2. Growth Trajectory Staticism: Projections map linearly to population size without complex non-linear elasticity constraints based on shrinking floor spaces, densification adjustments, or changing consumer welfare.
3. ResStock Weather Generalization: Transferring localized US meteorological responses linearly against gross-level provincial weather metrics masks intense localized microclimates (especially inside massively varied topographies like BC or large geographic footprints like Ontario).
4. Lighting Load Assumptions: Default Annual Capacity factors for lighting lean on statically defined load estimates (e.g., rigid hourly usage values per bulb), failing to perfectly capture shifting diurnal lighting behaviors tied fundamentally to work-from-home shifts or smart-home penetration.

1. Data Source Summary

2. NRCan Comprehensive Energy Use Database (CEUD)

• Usage: Provides the anchor framework for historical base year demands and unit counts across heating, cooling, lighting, and appliances lines.
• Update Procedure: Base year values (base_year in params.yaml) should be checked. If table structures shift within the NRCan provided Excel files, the bounds inside utils.get_compr_db() will require index modifications.

3. U.S. EIA Annual Energy Outlook (AEO) Residential Module

• Usage: Source proxy for techno-economics metrics, efficiency evolutions, new capital options, and degradation/lifetime metrics.
• Update Procedure: A new rsmess.xlsx file must be manually pulled from the AEO NEMS archive repository into input_files/. It is critical to adjust aeo_data_year. Ensure rsmess.xlsx sheet matrices (RSCLASS and RSMEQP) haven't changed indexing structures when updated.

4. Statistics Canada

• Usage: Pulls demographic historicals and M1 medium-growth projections to index gross energy consumption curves forward.
• Update Procedure: Dynamically parsed using the StatCan API (typically Table 17-10-0057 for forward projection, 17-10-0009 for historical). The pipeline aggressively caches downloaded responses. During update cycles, empty the data_cache/ directory to force a fresh data scrape.

5. NREL ResStock

• Usage: Maps generic hourly load shapes categorized by housing archetype explicitly linking physical temperature thresholds to thermal demands.
• Update Procedure: Uses dynamic S3 path calls. The model utilizes Amy2018 base weather architectures mapped via params.yaml. Updates rely upon modifying the core resstock: configuration string paths if NREL reorganizes their OpenEI structure.

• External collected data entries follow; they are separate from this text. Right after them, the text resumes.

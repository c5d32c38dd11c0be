"""Invented scenario: rainfall totals of a fictional hill farm, in millimetres."""

import numpy as np
import pymc as pm

rain = np.array([12.0, 30.5, 8.2, 19.9, 25.1])

with pm.Model() as model:
    level = pm.Flat("level")  # expect: priors.flat
    spread = pm.HalfFlat("spread")  # expect: priors.flat
    skew = pm.Uniform("skew", lower=-250, upper=250)  # expect: priors.flat
    pm.SkewNormal("rain", mu=level, sigma=spread, alpha=skew, observed=rain)
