def test_ess_mean_equals_posterior_package_on_blocker_chains():
    # R package `posterior`'s ess_mean (reference-data/posterior-reference/README.md): the ESS
    # that r_eff is made of. Tolerance 1e-6 relative, as in test_diagnostics_reference.py.
    folder = require_shared() / "posterior-reference"
    chains = [_read_cmdstan_csv(folder / f"blocker.{c}.csv") for c in (1, 2)]
    names = chains[0][0]
    draws = np.stack([rows for _, rows in chains])  # (2, 1000, columns)
    with (folder / "reference_posterior.csv").open() as fh:
        reference = {row[""]: float(row["ess_mean"]) for row in csv.DictReader(fh)}
    ours = psis.ess_mean(draws)
    compared = 0
    for j, name in enumerate(names):
        if name in reference:
            assert ours[j] == pytest.approx(reference[name], rel=1e-6), name
            compared += 1
    assert compared == len(reference)


# ---------------------------------------------------------------------------------------------
# 3. Chunks, dtypes and sources


class _SliceOnly:
    """An array-like that only offers shape, dtype and slicing (like an HDF5 dataset)."""

    def __init__(self, a: np.ndarray) -> None:
        self._a = a
        self.shape = a.shape
        self.dtype = a.dtype

    def __getitem__(self, key):
        return self._a[key].copy()


def _fields(res: psis.LooResult) -> list[np.ndarray]:
    return [res.elpd_loo_i, res.p_loo_i, res.lppd_i, res.pareto_k, res.r_eff,
            np.array([res.elpd_loo, res.se, res.p_loo, res.lppd])]


@pytest.mark.parametrize("r_eff", [0.8, "log_lik"])
def test_results_do_not_depend_on_chunk_size_threads_or_source(r_eff, tmp_path):
    ll, _ = _regression(13, 4, 150, 60, outliers=5, phi=0.7)
    # one observation per chunk, one thread
    base = psis.psis_loo(ll, r_eff=r_eff, chunk_bytes=1, workers=1)
    path = tmp_path / "ll.npy"
    np.save(path, ll)
    others = [psis.psis_loo(ll, r_eff=r_eff, chunk_bytes=b, workers=w)
              for b in (50_000, 400_000, 2**30) for w in (1, 3)]
    others.append(psis.psis_loo(np.load(path, mmap_mode="r"), r_eff=r_eff, chunk_bytes=300_000))
    others.append(psis.psis_loo(_SliceOnly(ll), r_eff=r_eff, chunk_bytes=300_000))
    for other in others:
        for a, b in zip(_fields(base), _fields(other), strict=True):
            if isinstance(r_eff, float):
                # One tail length for all: row by row the same operations, bit for bit.
                np.testing.assert_array_equal(a, b)
            else:
                # Tail lengths vary by observation; rows of a chunk are padded to its longest
                # tail, which changes only the order of float64 summation.
                np.testing.assert_allclose(a, b, rtol=1e-12, atol=1e-12)
    waics = [psis.waic(ll, chunk_bytes=b, workers=w) for b in (1, 100_000, 2**30) for w in (1, 2)]
    for w in waics[1:]:
        np.testing.assert_array_equal(w.elpd_waic_i, waics[0].elpd_waic_i)


def test_streamed_log_weights_equal_whole_and_float32_equals_float64():
    ll, _ = _regression(17, 2, 200, 33, outliers=3)
    whole, k = psis.psis_log_weights(ll)
    seen = 0
    for sl, lw, k_chunk in psis.iter_psis_log_weights(ll, chunk_bytes=60_000):
        assert lw.shape == (2, 200, sl.stop - sl.start)
        np.testing.assert_allclose(lw, whole[..., sl], rtol=0, atol=1e-12)
        np.testing.assert_allclose(k_chunk, k[sl], rtol=0, atol=1e-12)
        seen += sl.stop - sl.start
    assert seen == 33
    # float32 input: exact steps (copy, max, tail selection) stay in float32 and every sum is in
    # float64, so the result is that of float64 arithmetic on the widened array.
    ll32 = ll.astype(np.float32)
    for a, b in zip(_fields(psis.psis_loo(ll32)), _fields(psis.psis_loo(ll32.astype(np.float64))),
                    strict=True):
        np.testing.assert_allclose(a, b, rtol=1e-12, atol=1e-12)
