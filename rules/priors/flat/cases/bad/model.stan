// Invented scenario: waiting times at the counters of a fictional post office.
data {
  int<lower=1> N;
  vector<lower=0>[N] wait;
}
parameters {
  real<lower=0, upper=1000> mu;
  real<lower=0, upper=50> sigma;
}
model {
  mu ~ uniform(0, 1000);                      // expect: priors.flat
  sigma ~ uniform(0, 50);
  wait ~ normal(mu, sigma);
}
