//! The calculation package: a deterministic PDF built from an analysis.
//! `layout` is the page-layout layer (text, tables, charts, PDF output);
//! `sections` writes the package's content on top of it.

pub mod layout;
pub mod sections;

pub use sections::SUMMARY_CASES;

use crate::analysis::Analysis;
use crate::model::Design;
use layout::style::Style;

/// Choose the style: the command line's, else the design's, else by report units
/// (letter for US customary, A4 for SI). A name is a built-in style; anything else is
/// the text of a style file the caller has read.
pub fn builtin_style_for(design: &Design) -> &'static str {
    match design.project.units {
        crate::model::ReportUnits::Us => "letter",
        crate::model::ReportUnits::Si => "a4",
    }
}

/// Render the calculation package to PDF bytes.
pub fn render_pdf(
    design: &Design,
    analysis: &Analysis,
    source: &str,
    style: &Style,
    changes: Option<&sections::Changes>,
) -> Result<Vec<u8>, String> {
    let sha = crate::results::sha256_hex(source);
    let doc = sections::document(design, analysis, source, &sha, changes);
    layout::render(&doc, style).map_err(|e| e.to_string())
}

/// [`render_pdf`] with `attachments` embedded in the PDF, said on the cover and
/// listed in the appendix.
pub fn render_pdf_attached(
    design: &Design,
    analysis: &Analysis,
    source: &str,
    style: &Style,
    changes: Option<&sections::Changes>,
    attachments: Vec<layout::Attachment>,
) -> Result<Vec<u8>, String> {
    let sha = crate::results::sha256_hex(source);
    let doc = sections::document_attached(design, analysis, source, &sha, changes, attachments);
    layout::render(&doc, style).map_err(|e| e.to_string())
}

/// A quantity of the changes table: its name, its change and how to show a value.
type Quantity<'a> = (
    &'a str,
    &'a crate::diff::NumberChange,
    &'a dyn Fn(f64) -> String,
);

/// The changes section's content from a diff, in the new design's report units;
/// `old_source` is the compared revision's file, whose SHA-256 the section prints.
pub fn changes_from_diff(
    old: &Design,
    diff: &crate::diff::DesignDiff,
    old_source: &str,
) -> sections::Changes {
    let units = crate::display::Units::new(diff.report_units);
    let (fl, hd, pw) = (units.flow(), units.head(), units.power());
    let mut rows = Vec::new();
    let cell = |v: Option<f64>, f: &dyn Fn(f64) -> String| v.map(f).unwrap_or_else(|| "—".into());
    for r in &diff.results.rows {
        let quantities: [Quantity; 5] = [
            ("duty flow", &r.flow_m3_s, &|v| fl.text(v)),
            ("duty head", &r.head_m, &|v| hd.text(v)),
            ("efficiency", &r.efficiency, &|v| crate::display::percent(v)),
            ("shaft power", &r.shaft_power, &|v| pw.text(v)),
            ("NPSH margin (ratio)", &r.npsh_margin, &|v| {
                crate::display::typeset(v, 2)
            }),
        ];
        for (name, c, f) in quantities {
            rows.push(vec![
                r.case.clone(),
                r.pump.clone(),
                name.to_string(),
                cell(c.before, f),
                cell(c.after, f),
                c.change_percent
                    .map(|p| crate::display::signed_percent(p, 1))
                    .unwrap_or_else(|| "—".into()),
            ]);
        }
    }
    for c in &diff.results.cases_added {
        rows.push(vec![
            c.clone(),
            "all".into(),
            "case added".into(),
            "—".into(),
            "new".into(),
            "—".into(),
        ]);
    }
    for c in &diff.results.cases_removed {
        rows.push(vec![
            c.clone(),
            "all".into(),
            "case removed".into(),
            "was analysed".into(),
            "—".into(),
            "—".into(),
        ]);
    }
    sections::Changes {
        old_sha256: crate::results::sha256_hex(old_source),
        old_revision: old
            .revisions
            .last()
            .map(|r| r.id.clone())
            .unwrap_or_else(|| "(none)".into()),
        inputs: diff.inputs.iter().map(|c| c.render()).collect(),
        results: rows,
        checks: diff
            .results
            .checks
            .iter()
            .map(|c| {
                vec![
                    c.case.clone(),
                    c.pump.clone(),
                    c.check.clone(),
                    c.before.unwrap_or("—").to_string(),
                    c.after.unwrap_or("—").to_string(),
                    c.message.clone(),
                ]
            })
            .collect(),
        recommendation: {
            let r = &diff.results.recommendation;
            let name = |x: &Option<String>| x.clone().unwrap_or_else(|| "none".into());
            if r.changed {
                format!(
                    "The recommendation changed: {} → {}.",
                    name(&r.before),
                    name(&r.after)
                )
            } else {
                format!("The recommendation is unchanged: {}.", name(&r.after))
            }
        },
    }
}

6. US EPA GHG Emission Factors Hub

• Usage: Generates default CO2 equivalent emission scaling factors.
• Update Procedure: Change epa_url and epa_year in the configuration files to utilize explicit annual spreadsheet dumps provided by the US EPA.

7. Renewables Ninja

• Usage: Uses local API tokens to pull geo-specifically mapped temporal matrices to transfer ResStock profiles.
• Update Procedure: Ensure the rninja_api_token.txt remains valid. Data does not generally demand updating unless weather_year is aggressively modified.

8. Update Procedures (Checklist)

As defined natively by annual_update_checklist.txt:

1. Latest AEO NEMS data: Download and replace rsmess.xlsx in input_files.
2. Setup.py indexing: If AEO altered their table outputs, update the row/col indexing arrays inside setup.py.
3. Review Config: Modify configuration data years and update relevant citation string variables in params.yaml.
4. Purge Cache: Delete all objects within the local data_cache/ folder forcing the routine to retrieve fresh JSON/ZIP artifacts from exterior endpoints (StatCan, ResStock).
5. Execution Test: Generate the database validating the resulting tables against proper Temoa-SQLite structural definitions. Ensure no orphan data components appear.